Task goal
Check each line of the material. Copy those containing "floatcmp".

Record set
★ ★ ★ ★ ★ ★ ★

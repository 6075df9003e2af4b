package shift_test

import (
	"math"
	"math/rand/v2"
	"testing"
	"time"

	"github.com/sill-tool/sill/internal/floatcmp"
	"github.com/sill-tool/sill/internal/scores"
	"github.com/sill-tool/sill/internal/shift"
)

// TestRunningMatchesAt walks a seeded weighted set back and forth and
// across: every Peaks of Running equals Assignment.At's, the reference.
func TestRunningMatchesAt(t *testing.T) {
	rng := rand.New(rand.NewPCG(5, 8))
	n := 400
	sc, labels, weights, times := make([]float64, n), make([]bool, n), make([]float64, n), make([]int64, n)
	start := unix(t, "2026-09-01T00:00:00Z")
	for i := range n {
		labels[i] = rng.Float64() < 0.25
		sc[i] = math.Round(rng.Float64()*30) / 30
		weights[i] = 0.25 + rng.Float64()
		times[i] = start + rng.Int64N(6*86400)
	}
	set, err := scores.NewSet(scores.Columns{Scores: sc, Labels: labels, Weights: weights, Times: times})
	if err != nil {
		t.Fatal(err)
	}
	sched, _ := shift.ParseSchedule("06:00,14:00,22:00", time.UTC)
	a, err := shift.Assign(set, sched)
	if err != nil {
		t.Fatal(err)
	}
	scale := shift.Scale{Positive: 1.7, Negative: 0.6}
	r := shift.NewRunning(set, a, scale)
	walk := []int{0, 1, 5, 4, n, n / 2, n/2 + 3, 2, n - 2, n - 1, 0, n}
	for range 200 {
		walk = append(walk, rng.IntN(n+1))
	}
	for _, rows := range walk {
		for _, capacity := range []float64{0, 12} {
			got, want := r.At(rows, capacity), a.At(set, rows, scale, capacity)
			if got.Shifts != want.Shifts || got.Busiest != want.Busiest || !floatcmp.Equal(got.Mean, want.Mean) ||
				!floatcmp.Equal(got.P90, want.P90) || !floatcmp.Equal(got.Max, want.Max) || !floatcmp.Equal(got.OverCapacity, want.OverCapacity) {
				t.Fatalf("rows %d capacity %v: got %+v, want %+v", rows, capacity, got, want)
			}
		}
	}
}

// TestRunningNoShifts: an empty set has no shifts and every figure NaN.
func TestRunningNoShifts(t *testing.T) {
	set := timedSet(t, []int64{}, []bool{})
	sched, _ := shift.ParseSchedule("06:00", time.UTC)
	a, err := shift.Assign(set, sched)
	if err != nil {
		t.Fatal(err)
	}
	p := shift.NewRunning(set, a, shift.Scale{Positive: 1, Negative: 1}).At(0, 5)
	if p.Shifts != 0 || p.Busiest != -1 || !math.IsNaN(p.P90) || !math.IsNaN(p.OverCapacity) {
		t.Errorf("no shifts: %+v", p)
	}
}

★ ★ ★ ★ ★ ★ ★

Output below
	"github.com/sill-tool/sill/internal/floatcmp"
			if got.Shifts != want.Shifts || got.Busiest != want.Busiest || !floatcmp.Equal(got.Mean, want.Mean) ||
				!floatcmp.Equal(got.P90, want.P90) || !floatcmp.Equal(got.Max, want.Max) || !floatcmp.Equal(got.OverCapacity, want.OverCapacity) {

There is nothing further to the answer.